-------- DATASET --------

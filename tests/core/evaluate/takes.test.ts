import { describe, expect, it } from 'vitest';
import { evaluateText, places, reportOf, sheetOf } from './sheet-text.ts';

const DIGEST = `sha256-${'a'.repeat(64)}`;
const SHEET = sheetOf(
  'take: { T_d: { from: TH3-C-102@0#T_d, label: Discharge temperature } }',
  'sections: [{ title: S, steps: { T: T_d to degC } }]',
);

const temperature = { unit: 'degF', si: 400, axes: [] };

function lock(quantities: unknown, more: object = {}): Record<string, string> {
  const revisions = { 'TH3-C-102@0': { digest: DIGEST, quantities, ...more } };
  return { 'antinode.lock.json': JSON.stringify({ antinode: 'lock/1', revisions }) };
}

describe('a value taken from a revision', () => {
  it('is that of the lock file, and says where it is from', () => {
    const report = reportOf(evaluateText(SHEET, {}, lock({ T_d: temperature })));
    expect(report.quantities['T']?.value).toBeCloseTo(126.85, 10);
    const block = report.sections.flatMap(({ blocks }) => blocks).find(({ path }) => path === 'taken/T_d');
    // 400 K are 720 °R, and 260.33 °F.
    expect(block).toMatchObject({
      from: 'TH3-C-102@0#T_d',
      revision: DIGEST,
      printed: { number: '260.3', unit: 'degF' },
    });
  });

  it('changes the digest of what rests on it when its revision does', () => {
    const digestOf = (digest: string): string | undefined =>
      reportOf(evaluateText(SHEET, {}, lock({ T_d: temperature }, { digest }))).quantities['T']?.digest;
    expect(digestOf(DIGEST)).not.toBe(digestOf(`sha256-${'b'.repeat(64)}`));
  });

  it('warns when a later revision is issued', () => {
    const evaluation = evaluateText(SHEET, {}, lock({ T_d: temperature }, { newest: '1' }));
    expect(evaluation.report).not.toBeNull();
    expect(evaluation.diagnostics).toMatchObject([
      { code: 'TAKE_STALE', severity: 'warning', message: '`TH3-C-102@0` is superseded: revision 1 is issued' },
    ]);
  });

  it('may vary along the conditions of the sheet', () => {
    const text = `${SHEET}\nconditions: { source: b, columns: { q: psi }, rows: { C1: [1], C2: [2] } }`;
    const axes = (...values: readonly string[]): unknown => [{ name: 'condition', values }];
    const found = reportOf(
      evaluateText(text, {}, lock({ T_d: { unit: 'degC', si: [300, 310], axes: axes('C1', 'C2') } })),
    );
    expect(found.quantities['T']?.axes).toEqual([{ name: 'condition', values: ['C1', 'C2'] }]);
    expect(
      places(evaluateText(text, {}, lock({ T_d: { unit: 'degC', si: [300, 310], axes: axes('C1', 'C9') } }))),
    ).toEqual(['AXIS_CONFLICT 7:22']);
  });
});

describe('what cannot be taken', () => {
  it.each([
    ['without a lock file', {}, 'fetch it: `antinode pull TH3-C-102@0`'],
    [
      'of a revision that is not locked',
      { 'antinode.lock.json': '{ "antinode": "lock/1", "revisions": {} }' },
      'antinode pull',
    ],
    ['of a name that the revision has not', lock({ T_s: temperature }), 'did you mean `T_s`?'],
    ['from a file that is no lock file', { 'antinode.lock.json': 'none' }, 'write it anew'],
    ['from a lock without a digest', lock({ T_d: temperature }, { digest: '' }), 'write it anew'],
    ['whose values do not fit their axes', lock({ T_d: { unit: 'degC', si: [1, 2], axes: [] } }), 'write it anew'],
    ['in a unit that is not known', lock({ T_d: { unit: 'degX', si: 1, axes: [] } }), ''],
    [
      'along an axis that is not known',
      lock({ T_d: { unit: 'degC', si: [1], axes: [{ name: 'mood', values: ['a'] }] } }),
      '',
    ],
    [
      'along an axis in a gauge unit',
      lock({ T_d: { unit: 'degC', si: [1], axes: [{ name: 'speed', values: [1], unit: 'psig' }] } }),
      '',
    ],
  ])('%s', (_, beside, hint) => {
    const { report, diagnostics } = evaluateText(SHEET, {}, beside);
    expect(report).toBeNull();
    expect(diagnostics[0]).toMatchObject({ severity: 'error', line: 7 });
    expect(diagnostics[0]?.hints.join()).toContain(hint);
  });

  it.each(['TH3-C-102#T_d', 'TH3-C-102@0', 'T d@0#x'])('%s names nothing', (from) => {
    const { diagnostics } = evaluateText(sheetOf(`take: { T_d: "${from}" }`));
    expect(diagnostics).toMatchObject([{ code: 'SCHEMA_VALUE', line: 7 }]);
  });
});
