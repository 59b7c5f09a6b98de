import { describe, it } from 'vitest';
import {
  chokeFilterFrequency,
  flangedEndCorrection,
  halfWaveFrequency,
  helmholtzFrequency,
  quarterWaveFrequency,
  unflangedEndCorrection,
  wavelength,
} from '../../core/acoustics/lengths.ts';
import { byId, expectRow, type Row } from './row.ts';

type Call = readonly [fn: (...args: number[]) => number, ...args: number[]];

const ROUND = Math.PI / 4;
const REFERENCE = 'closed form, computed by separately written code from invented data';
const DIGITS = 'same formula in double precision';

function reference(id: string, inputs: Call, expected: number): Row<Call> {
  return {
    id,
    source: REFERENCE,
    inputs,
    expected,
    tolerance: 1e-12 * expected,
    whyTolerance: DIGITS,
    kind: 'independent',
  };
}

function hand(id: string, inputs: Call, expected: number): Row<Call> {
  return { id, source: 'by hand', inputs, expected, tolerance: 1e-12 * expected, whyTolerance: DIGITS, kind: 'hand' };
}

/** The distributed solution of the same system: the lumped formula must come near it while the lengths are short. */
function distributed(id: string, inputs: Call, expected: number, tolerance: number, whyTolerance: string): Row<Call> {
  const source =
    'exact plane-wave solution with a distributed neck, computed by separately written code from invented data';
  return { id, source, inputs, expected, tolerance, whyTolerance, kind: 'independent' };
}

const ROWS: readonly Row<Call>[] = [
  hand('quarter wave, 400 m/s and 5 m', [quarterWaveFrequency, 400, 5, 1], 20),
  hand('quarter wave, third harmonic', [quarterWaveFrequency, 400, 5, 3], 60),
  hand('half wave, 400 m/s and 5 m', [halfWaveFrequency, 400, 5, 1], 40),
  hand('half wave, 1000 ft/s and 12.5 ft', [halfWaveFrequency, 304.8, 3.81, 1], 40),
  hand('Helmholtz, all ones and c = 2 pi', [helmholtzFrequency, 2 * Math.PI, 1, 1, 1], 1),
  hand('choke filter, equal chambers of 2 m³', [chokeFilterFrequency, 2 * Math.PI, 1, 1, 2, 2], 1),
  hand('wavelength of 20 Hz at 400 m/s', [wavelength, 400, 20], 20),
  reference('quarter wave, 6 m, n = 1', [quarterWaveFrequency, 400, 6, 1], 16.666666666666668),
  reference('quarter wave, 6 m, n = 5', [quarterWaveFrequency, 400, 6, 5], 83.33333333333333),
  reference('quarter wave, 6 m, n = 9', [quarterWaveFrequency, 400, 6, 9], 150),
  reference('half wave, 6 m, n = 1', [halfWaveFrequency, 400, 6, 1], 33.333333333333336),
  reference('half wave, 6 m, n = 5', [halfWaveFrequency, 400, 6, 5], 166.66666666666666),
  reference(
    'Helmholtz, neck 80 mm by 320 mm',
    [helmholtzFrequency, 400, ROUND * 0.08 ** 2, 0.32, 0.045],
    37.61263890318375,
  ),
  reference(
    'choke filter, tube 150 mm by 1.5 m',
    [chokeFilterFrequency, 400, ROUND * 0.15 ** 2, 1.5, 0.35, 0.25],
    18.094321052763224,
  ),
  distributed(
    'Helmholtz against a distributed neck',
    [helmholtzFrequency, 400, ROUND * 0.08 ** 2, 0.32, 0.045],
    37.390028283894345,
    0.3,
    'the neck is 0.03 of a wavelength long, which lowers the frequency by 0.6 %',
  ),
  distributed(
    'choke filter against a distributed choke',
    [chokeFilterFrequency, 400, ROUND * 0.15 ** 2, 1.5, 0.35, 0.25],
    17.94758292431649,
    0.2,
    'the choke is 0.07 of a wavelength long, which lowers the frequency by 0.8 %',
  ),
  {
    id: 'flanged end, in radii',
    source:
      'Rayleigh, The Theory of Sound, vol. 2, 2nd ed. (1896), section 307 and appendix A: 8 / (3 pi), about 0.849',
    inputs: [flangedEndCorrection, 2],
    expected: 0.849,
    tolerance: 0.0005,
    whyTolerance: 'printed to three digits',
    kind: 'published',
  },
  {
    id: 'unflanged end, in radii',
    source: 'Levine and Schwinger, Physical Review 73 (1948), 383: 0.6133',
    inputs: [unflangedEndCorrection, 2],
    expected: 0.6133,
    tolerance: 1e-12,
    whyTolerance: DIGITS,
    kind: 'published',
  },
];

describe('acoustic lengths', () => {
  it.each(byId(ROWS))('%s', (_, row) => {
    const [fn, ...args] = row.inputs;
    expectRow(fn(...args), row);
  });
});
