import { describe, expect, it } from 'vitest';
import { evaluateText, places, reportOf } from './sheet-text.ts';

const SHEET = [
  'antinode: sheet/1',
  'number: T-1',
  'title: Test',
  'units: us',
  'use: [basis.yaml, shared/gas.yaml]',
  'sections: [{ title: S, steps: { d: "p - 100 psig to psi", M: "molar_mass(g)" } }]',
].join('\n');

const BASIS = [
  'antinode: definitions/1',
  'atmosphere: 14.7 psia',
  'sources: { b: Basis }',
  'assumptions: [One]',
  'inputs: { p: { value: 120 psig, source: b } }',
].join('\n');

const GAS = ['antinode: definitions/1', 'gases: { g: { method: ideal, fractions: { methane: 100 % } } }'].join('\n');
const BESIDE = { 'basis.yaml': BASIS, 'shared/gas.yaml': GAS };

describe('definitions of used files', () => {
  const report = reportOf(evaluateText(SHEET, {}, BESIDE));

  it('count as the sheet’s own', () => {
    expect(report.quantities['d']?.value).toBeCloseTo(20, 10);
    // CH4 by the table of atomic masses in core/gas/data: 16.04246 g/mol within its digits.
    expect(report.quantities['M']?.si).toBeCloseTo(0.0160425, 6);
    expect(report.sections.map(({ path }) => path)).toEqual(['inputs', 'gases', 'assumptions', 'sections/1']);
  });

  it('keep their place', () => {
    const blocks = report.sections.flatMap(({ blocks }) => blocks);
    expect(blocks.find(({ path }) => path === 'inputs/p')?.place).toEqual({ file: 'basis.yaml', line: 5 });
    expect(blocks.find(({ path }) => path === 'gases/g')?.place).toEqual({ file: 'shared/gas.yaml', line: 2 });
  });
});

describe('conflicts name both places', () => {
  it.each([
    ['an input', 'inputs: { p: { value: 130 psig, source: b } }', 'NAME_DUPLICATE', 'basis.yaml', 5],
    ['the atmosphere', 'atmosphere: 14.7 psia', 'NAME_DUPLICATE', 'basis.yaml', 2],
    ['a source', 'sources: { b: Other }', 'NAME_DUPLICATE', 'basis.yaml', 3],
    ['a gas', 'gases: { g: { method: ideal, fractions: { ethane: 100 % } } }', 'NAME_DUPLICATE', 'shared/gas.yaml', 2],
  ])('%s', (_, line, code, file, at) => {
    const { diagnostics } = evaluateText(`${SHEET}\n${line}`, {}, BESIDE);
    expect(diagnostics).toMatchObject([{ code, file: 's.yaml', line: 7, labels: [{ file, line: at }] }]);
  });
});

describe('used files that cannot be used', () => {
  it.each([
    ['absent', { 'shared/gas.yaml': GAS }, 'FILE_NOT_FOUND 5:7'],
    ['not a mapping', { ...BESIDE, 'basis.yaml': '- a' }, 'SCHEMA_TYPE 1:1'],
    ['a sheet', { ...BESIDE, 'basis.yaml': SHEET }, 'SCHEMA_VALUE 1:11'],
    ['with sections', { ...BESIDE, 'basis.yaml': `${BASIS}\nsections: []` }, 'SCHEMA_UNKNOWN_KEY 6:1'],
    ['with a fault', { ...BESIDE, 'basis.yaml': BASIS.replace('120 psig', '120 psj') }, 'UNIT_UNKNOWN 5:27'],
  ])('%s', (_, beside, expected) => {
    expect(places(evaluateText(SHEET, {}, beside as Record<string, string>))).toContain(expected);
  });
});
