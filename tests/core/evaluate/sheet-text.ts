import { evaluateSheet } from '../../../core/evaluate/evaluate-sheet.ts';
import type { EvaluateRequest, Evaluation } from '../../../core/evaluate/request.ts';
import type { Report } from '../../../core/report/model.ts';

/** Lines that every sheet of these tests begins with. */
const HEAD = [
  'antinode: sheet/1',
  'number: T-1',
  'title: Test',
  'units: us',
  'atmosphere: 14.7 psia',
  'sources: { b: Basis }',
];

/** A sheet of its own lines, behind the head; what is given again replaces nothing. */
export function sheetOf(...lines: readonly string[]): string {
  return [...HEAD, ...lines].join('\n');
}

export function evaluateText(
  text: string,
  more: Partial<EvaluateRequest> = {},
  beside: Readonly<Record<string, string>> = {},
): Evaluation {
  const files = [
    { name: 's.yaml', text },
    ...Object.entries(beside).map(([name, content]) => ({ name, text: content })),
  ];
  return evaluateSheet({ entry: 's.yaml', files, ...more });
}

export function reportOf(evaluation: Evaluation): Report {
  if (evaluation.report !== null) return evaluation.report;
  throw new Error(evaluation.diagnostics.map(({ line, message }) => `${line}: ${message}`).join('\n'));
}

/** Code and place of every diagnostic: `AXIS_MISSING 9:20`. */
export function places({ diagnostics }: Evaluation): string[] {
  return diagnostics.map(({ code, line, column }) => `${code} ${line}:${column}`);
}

--------

● **TASK REQUIREMENTS**
Copy out each line from the listing that contains the string "chokeFilterFrequency".

● **TASK RESPONSE**
  chokeFilterFrequency,
  hand('choke filter, equal chambers of 2 m³', [chokeFilterFrequency, 2 * Math.PI, 1, 1, 2, 2], 1),
    [chokeFilterFrequency, 400, ROUND * 0.15 ** 2, 1.5, 0.35, 0.25],
    [chokeFilterFrequency, 400, ROUND * 0.15 ** 2, 1.5, 0.35, 0.25],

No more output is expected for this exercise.